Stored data

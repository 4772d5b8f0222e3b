/**
 * The search's tuning: how much each published rule weighs when the estimator chooses among
 * fingerings, and the few extensions for real music (see fingering.ts for the method).
 *
 * `PUBLISHED_TUNING` is the published model unchanged (Parncutt et al. 1997, or Jacobs 2001): every
 * rule weighs 1, no extension is on. `FITTED_TUNING` is the small data-driven layer: its numbers were
 * chosen by coordinate search on the printed fingerings of the four `fingered-*` scores of
 * fixtures/reference/scores, cross-validated by file (scripts/fit-fingering.ts prints the figures).
 * Rule points reported to callers (difficulty map, explanations) stay the published, unweighted points.
 */
import type { RuleCosts } from "./fingering-rules";

export type RuleWeights = Readonly<Record<keyof RuleCosts, number>>;

export interface FingeringTuning {
  /** Multiplier per rule in the search's objective. */
  readonly weights: RuleWeights;
  /** Semitones the thumb reaches under finger 3 (or 3 over the thumb) beyond the span table, as in arpeggios. */
  readonly thumbReach: number;
  /**
   * Points for a move across a rest (the hand lifts and lands): the pair and trio rules are not
   * charged across a rest; this flat charge and `liftPerSemitone` replace them. Negative = off.
   */
  readonly liftCost: number;
  /** Points per semitone of the jump across a rest beyond the finger pair's comfortable span. */
  readonly liftPerSemitone: number;
  /** Points when a scale-wise run's finger differs from the scale table's finger (0 = off). */
  readonly scalePrior: number;
  /** Points when a repeat of a figure leaves the fingers printed on another statement of it (0 = off). */
  readonly repeatPrior: number;
  /** A note struck under a held note avoids the held note's finger (fingering.ts `releaseHeldFingers`). */
  readonly releaseHeld: boolean;
  /** Weight of rule 6 (Weak-Finger) on finger 5, relative to finger 4 (Parncutt 1, Jacobs 0). */
  readonly weakFive: number;
}

const ONES: RuleWeights = {
  stretch: 1, smallSpan: 1, largeSpan: 1, positionChangeCount: 1, positionChangeSize: 1, weakFinger: 1,
  threeFourFive: 1, threeToFour: 1, fourOnBlack: 1, thumbOnBlack: 1, fiveOnBlack: 1, thumbPassing: 1,
  sameFinger: 1, overPractical: 1,
};

/**
 * The published model: every rule weighs 1, no extension.
 *
 * @example
 * PUBLISHED_TUNING.weights.stretch // 1
 */
export const PUBLISHED_TUNING: FingeringTuning = { weights: ONES, thumbReach: 0, liftCost: -1, liftPerSemitone: 0, scalePrior: 0, repeatPrior: 0, releaseHeld: false, weakFive: 1 };

/**
 * The tuning the estimator uses by default (fitted; see the opening comment).
 *
 * @example
 * FITTED_TUNING.thumbReach // semitones of extra thumb reach
 */
export const FITTED_TUNING: FingeringTuning = {
  weights: { ...ONES },
  thumbReach: 3,
  liftCost: 2,
  liftPerSemitone: 0,
  scalePrior: 16,
  repeatPrior: 4,
  releaseHeld: true,
  weakFive: 1,
};

/**
 * Weighted sum of rule points.
 *
 * @example
 * weightedCost({ ...emptyCosts(), stretch: 2 }, PUBLISHED_TUNING.weights) // 2
 */
export function weightedCost(c: RuleCosts, w: RuleWeights): number {
  return c.stretch * w.stretch + c.smallSpan * w.smallSpan + c.largeSpan * w.largeSpan +
    c.positionChangeCount * w.positionChangeCount + c.positionChangeSize * w.positionChangeSize +
    c.weakFinger * w.weakFinger + c.threeFourFive * w.threeFourFive + c.threeToFour * w.threeToFour +
    c.fourOnBlack * w.fourOnBlack + c.thumbOnBlack * w.thumbOnBlack + c.fiveOnBlack * w.fiveOnBlack +
    c.thumbPassing * w.thumbPassing + c.sameFinger * w.sameFinger + c.overPractical * w.overPractical;
}
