/**
 * The drill library: the registry of drill families, one call that runs them on a passage, and
 * suggestions from a knot's problem tags. Also re-exports the fingering and hand models.
 */
import type { Passage } from "../score/types";
import type { Drill, DrillFamily, HandProfile } from "./types";
import { makeContext } from "./build";
import { barCap, capDrill } from "./length";
import { newFingeringMemo } from "./span";
import { withEndings, type Endings } from "./groups-option";
import { withOctaveLines } from "./octave-lines";
import { blocking } from "./families/blocking";
import { chaining } from "./families/chaining";
import { octaveDoubling } from "./families/octave-doubling";
import { ornaments } from "./families/ornaments";
import { doubles } from "./families/doubles";
import { heldTone } from "./families/held-tone";
import { liftRests } from "./families/lift-rests";
import { notePairs } from "./families/note-pairs";
import { octaveShift } from "./families/octave-shift";
import { pivotWalk } from "./families/pivot-walk";
import { rhythmVariants } from "./families/rhythm-variants";
import { scaleRhythm } from "./families/scale-rhythm";
import { sequence } from "./families/sequence";
import { stops } from "./families/stops";
import { tempoLadder } from "./families/tempo-ladder";
import { thumbPairs } from "./families/thumb-pairs";
import { voiceIsolation } from "./families/voice-isolation";

export type { Drill, DrillContext, DrillFamily, DrillWarning, FamilyResult, HandProfile, ProblemTag, SpanReport } from "./types";
export { PROBLEM_TAGS } from "./types";
export { suggestFamilies, SUGGESTIONS } from "./suggest";
export { mulberry32 } from "./rng";
export { makeContext } from "./build";
export { estimateFingering } from "./fingering";
export { DEFAULT_PROFILE, keyDistanceMm, profileFromInches, spanOf } from "./hand";
export { difficultyMap, hardestBars } from "./difficulty";
export { applyLightEndings, ENDINGS, lightEndingsOption, withEndings, type Endings } from "./groups-option";
export { barCap, capDrill, countOf, shownLabel } from "./length";

/**
 * Every drill family by id, in the order a teacher sees them.
 *
 * @example
 * families["blocking"].options.parse({}); // the default options
 */
export const families: Readonly<Record<string, DrillFamily>> = Object.fromEntries(
  (
    [
      blocking, notePairs, rhythmVariants, stops, liftRests, scaleRhythm, pivotWalk,
      voiceIsolation, doubles, octaveShift, heldTone, sequence, thumbPairs, tempoLadder,
      chaining, octaveDoubling, ornaments,
    ] as DrillFamily[]
  ).map((f) => [f.id, f]),
);

export interface GenerateOptions {
  /** Family ids to run; default all. */
  readonly families?: readonly string[];
  /** Options per family id (raw input, validated by each family's schema). */
  readonly options?: Readonly<Record<string, unknown>>;
  readonly profile?: HandProfile;
  readonly seed?: number;
  /** Keep generators that move notes inside the profile (default true). */
  readonly safety?: boolean;
  /** Most bars a drill may have (default the larger of 8 and twice the passage). */
  readonly maxBars?: number;
  /** End each group lightly: a long note after shorter ones is cut short and lifted (default false). */
  readonly lightEndings?: boolean;
  /**
   * Group endings: "written" (default), "short" (as `lightEndings`), or "short-and-long": each drill
   * with long endings twice, short and light first, then long as written for contrast.
   */
  readonly endings?: Endings;
}

export interface GenerateResult {
  readonly drills: Drill[];
  /** Families that wrote nothing for this passage, and why. */
  readonly skipped: { readonly family: string; readonly reason: string }[];
}

/** A readable reason from whatever a family threw. */
function reasonOf(error: unknown): string {
  const message = error instanceof Error ? error.message : String(error);
  return message.trim() || "an unexpected error";
}

function hashId(id: string): number {
  let h = 2166136261;
  for (const ch of id) h = Math.imul(h ^ ch.charCodeAt(0), 16777619);
  return h >>> 0;
}

/**
 * Run the chosen families (default: all) on a passage. Returns the drills and, rather than
 * failing, a `skipped` list naming each family that does not apply and why; a family that throws is
 * skipped with the error's message as the reason, and the others still generate. Each family draws
 * from its own random source derived from `seed`, so adding a family never changes the others.
 * Invalid options throw the schema's `ZodError`.
 *
 * @example
 * const { drills, skipped } = generateDrills(passage, { families: ["blocking"], seed: 3 });
 * generateDrills(passage, { families: ["stops"], lightEndings: true }); // groups end short and light
 * generateDrills(passage, { families: ["stops"], endings: "short-and-long" }); // short, then long as contrast
 */
export function generateDrills(passage: Passage, opts: GenerateOptions = {}): GenerateResult {
  const ids = opts.families ?? Object.keys(families);
  const drills: Drill[] = [];
  const skipped: { family: string; reason: string }[] = [];
  const fingeringMemo = newFingeringMemo();
  for (const id of ids) {
    const family = families[id];
    if (!family) {
      skipped.push({ family: id, reason: "There is no drill family with this name." });
      continue;
    }
    const options = family.options.parse(opts.options?.[id] ?? {});
    const ctx = makeContext({ profile: opts.profile, seed: ((opts.seed ?? 1) ^ hashId(id)) >>> 0, safety: opts.safety, fingeringMemo, maxBars: opts.maxBars });
    let result: ReturnType<DrillFamily["generate"]>;
    let written: Drill[];
    try {
      result = family.generate(passage, options, ctx);
      const cap = barCap(passage, ctx);
      written = withEndings(result.drills, opts.endings ?? (opts.lightEndings ? "short" : "written")).map((d) => withOctaveLines(capDrill(d, cap)));
    } catch (error) {
      // A family that cannot write something in this passage is skipped; the others still generate.
      skipped.push({ family: id, reason: `This drill could not be written for these bars: ${reasonOf(error)}` });
      continue;
    }
    drills.push(...written);
    if (result.drills.length === 0) skipped.push({ family: id, reason: result.skipped ?? "No drill of this family fits the passage." });
  }
  return { drills, skipped };
}
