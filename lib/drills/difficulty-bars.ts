/**
 * Per-bar facts for one hand of one part: rule points, the widest stretch and the counts behind the
 * plain-word reasons of the difficulty map.
 */
import type { Hand, KeySignature, NoteEvent, Pitch, Score } from "../score/types";
import { estimateFingering } from "./fingering";
import type { FingeringModel, RuleCosts } from "./fingering-rules";
import { keyDistanceMm } from "./hand";

/** What one bar asks of one hand. */
export interface BarFacts {
  readonly cost: number;
  readonly rules: RuleCosts | null;
  readonly notes: number;
  /** Widest stretch held in one position: semitones, mm on the profile's keyboard, spelled pitches. */
  readonly span: { readonly semitones: number; readonly mm: number; readonly low: Pitch; readonly high: Pitch } | null;
  /** Repeated keys struck by finger 4 or 5. */
  readonly weakRepeats: number;
}

/** Share of a voice's notes one staff must hold to be the voice's home staff. */
const HOME_SHARE = 0.75;

/**
 * Home staff of each voice of a part (key `part|voice`): the staff that holds at least 75% of the
 * voice's notes. Notation programs keep a voice's number when its notes cross to the other staff of a
 * piano part (a left-hand arpeggio written on the treble staff), so a note away from its voice's home
 * staff is played by the home staff's hand. A voice spread evenly over both staves has no home.
 *
 * @example
 * voiceHomes(score.events).get("P1|5") // 2
 */
export function voiceHomes(events: readonly NoteEvent[]): Map<string, number> {
  const counts = new Map<string, Map<number, number>>();
  for (const e of events) {
    if (!e.pitch) continue;
    const key = `${e.part}|${e.voice}`;
    const byStaff = counts.get(key) ?? new Map<number, number>();
    byStaff.set(e.staff, (byStaff.get(e.staff) ?? 0) + 1);
    counts.set(key, byStaff);
  }
  const homes = new Map<string, number>();
  for (const [key, byStaff] of counts) {
    const total = [...byStaff.values()].reduce((a, b) => a + b, 0);
    for (const [staff, n] of byStaff) if (n >= HOME_SHARE * total) homes.set(key, staff);
  }
  return homes;
}

/**
 * Split a score's notes by hand: in a part with two or more staves, staff 1 is the right hand and the
 * others the left — a note that crossed from its voice's home staff (`voiceHomes`) goes with the home
 * staff's hand; a one-staff part goes to the left hand under a bass (F) clef, else the right.
 *
 * @example
 * handsOf(score).get("P1")?.left.length
 */
export function handsOf(score: Score): Map<string, Record<Hand, NoteEvent[]>> {
  const out = new Map<string, Record<Hand, NoteEvent[]>>();
  const first = score.measures[0];
  const homes = voiceHomes(score.events);
  for (const part of score.parts) out.set(part.id, { right: [], left: [] });
  for (const e of score.events) {
    const part = score.parts.find((p) => p.id === e.part);
    const slot = out.get(e.part);
    if (!part || !slot) continue;
    let hand: Hand = "right";
    if (part.staves >= 2) hand = (homes.get(`${e.part}|${e.voice}`) ?? e.staff) === 1 ? "right" : "left";
    else if (first?.clefs.find((c) => c.staff === e.staff)?.sign === "F") hand = "left";
    slot[hand].push(e);
  }
  return out;
}

/**
 * Facts per bar index for one hand's events: rule points from the fingering estimate, the widest
 * stretch (notes struck together, and consecutive notes on different fingers without a crossing).
 *
 * @example
 * barFacts(events, "right", 4, 165.1, "parncutt", (m) => score.measures[m]?.key)[0].cost
 */
export function barFacts(events: readonly NoteEvent[], hand: Hand, bars: number, octaveMm: number, model: FingeringModel, keyOf?: (measure: number) => KeySignature | undefined): BarFacts[] {
  const { fingers, costPerBar, rulesPerBar } = estimateFingering(events, hand, { model, ...(keyOf ? { keyOf } : {}) });
  type Mutable = { -readonly [K in keyof BarFacts]: BarFacts[K] };
  const facts: Mutable[] = Array.from({ length: bars }, (_, i) => ({
    cost: costPerBar.get(i) ?? 0, rules: rulesPerBar.get(i) ?? null, notes: 0, span: null, weakRepeats: 0,
  }));
  const consider = (bar: number, a: Pitch, b: Pitch) => {
    const f = facts[bar];
    if (!f) return;
    const [low, high] = a.midi <= b.midi ? [a, b] : [b, a];
    const mm = keyDistanceMm(low.midi, high.midi, octaveMm);
    if (!f.span || mm > f.span.mm) f.span = { semitones: high.midi - low.midi, mm, low, high };
  };
  const struck = events.map((e, i) => ({ e, f: fingers[i] ?? null })).filter((x) => x.e.pitch && x.e.tie !== "stop" && x.e.tie !== "continue");
  const byOnset = new Map<number, typeof struck>();
  for (const x of struck) {
    const k = x.e.onset.valueOf();
    byOnset.set(k, [...(byOnset.get(k) ?? []), x]);
    if (facts[x.e.measure]) facts[x.e.measure]!.notes += 1;
  }
  const onsets = [...byOnset.keys()].sort((a, b) => a - b);
  let prev: typeof struck | null = null;
  for (const k of onsets) {
    const chord = byOnset.get(k)!;
    const bar = chord[0]!.e.measure;
    const pitches = chord.map((x) => x.e.pitch!).sort((a, b) => a.midi - b.midi);
    if (pitches.length > 1) consider(bar, pitches[0]!, pitches.at(-1)!);
    if (prev && prev.length === 1 && chord.length === 1) {
      const a = prev[0]!, b = chord[0]!;
      const up = b.e.pitch!.midi - a.e.pitch!.midi;
      const fingerUp = (b.f ?? 0) - (a.f ?? 0);
      const natural = hand === "right" ? up * fingerUp > 0 : up * fingerUp < 0;
      if (a.f && b.f && natural) consider(bar, a.e.pitch!, b.e.pitch!);
      if (up === 0 && (b.f === 4 || b.f === 5) && facts[bar]) facts[bar]!.weakRepeats += 1;
    }
    prev = chord;
  }
  return facts;
}

const ORDINALS = ["unison", "second", "third", "fourth", "fifth", "sixth", "seventh", "octave", "ninth", "tenth", "eleventh", "twelfth", "thirteenth", "fourteenth", "double octave"];
const STEPS = "CDEFGAB";

/**
 * Interval name from spelled pitches, by staff steps: C4–E5 is "a tenth".
 *
 * @example
 * intervalName({ step: "C", alter: 0, octave: 4, midi: 60 }, { step: "E", alter: 0, octave: 5, midi: 76 }) // "a tenth"
 */
export function intervalName(low: Pitch, high: Pitch): string {
  const steps = Math.abs(high.octave * 7 + STEPS.indexOf(high.step) - (low.octave * 7 + STEPS.indexOf(low.step)));
  const name = ORDINALS[steps] ?? `${steps + 1}th`;
  return `${/^[aeiou]/.test(name) ? "an" : "a"} ${name}`;
}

What needs to be done: Nothing but the lines with "maxBars" should be returned, copied from the entries above.

Output of the task:
  readonly maxBars?: number;
    const ctx = makeContext({ profile: opts.profile, seed: ((opts.seed ?? 1) ^ hashId(id)) >>> 0, safety: opts.safety, fingeringMemo, maxBars: opts.maxBars });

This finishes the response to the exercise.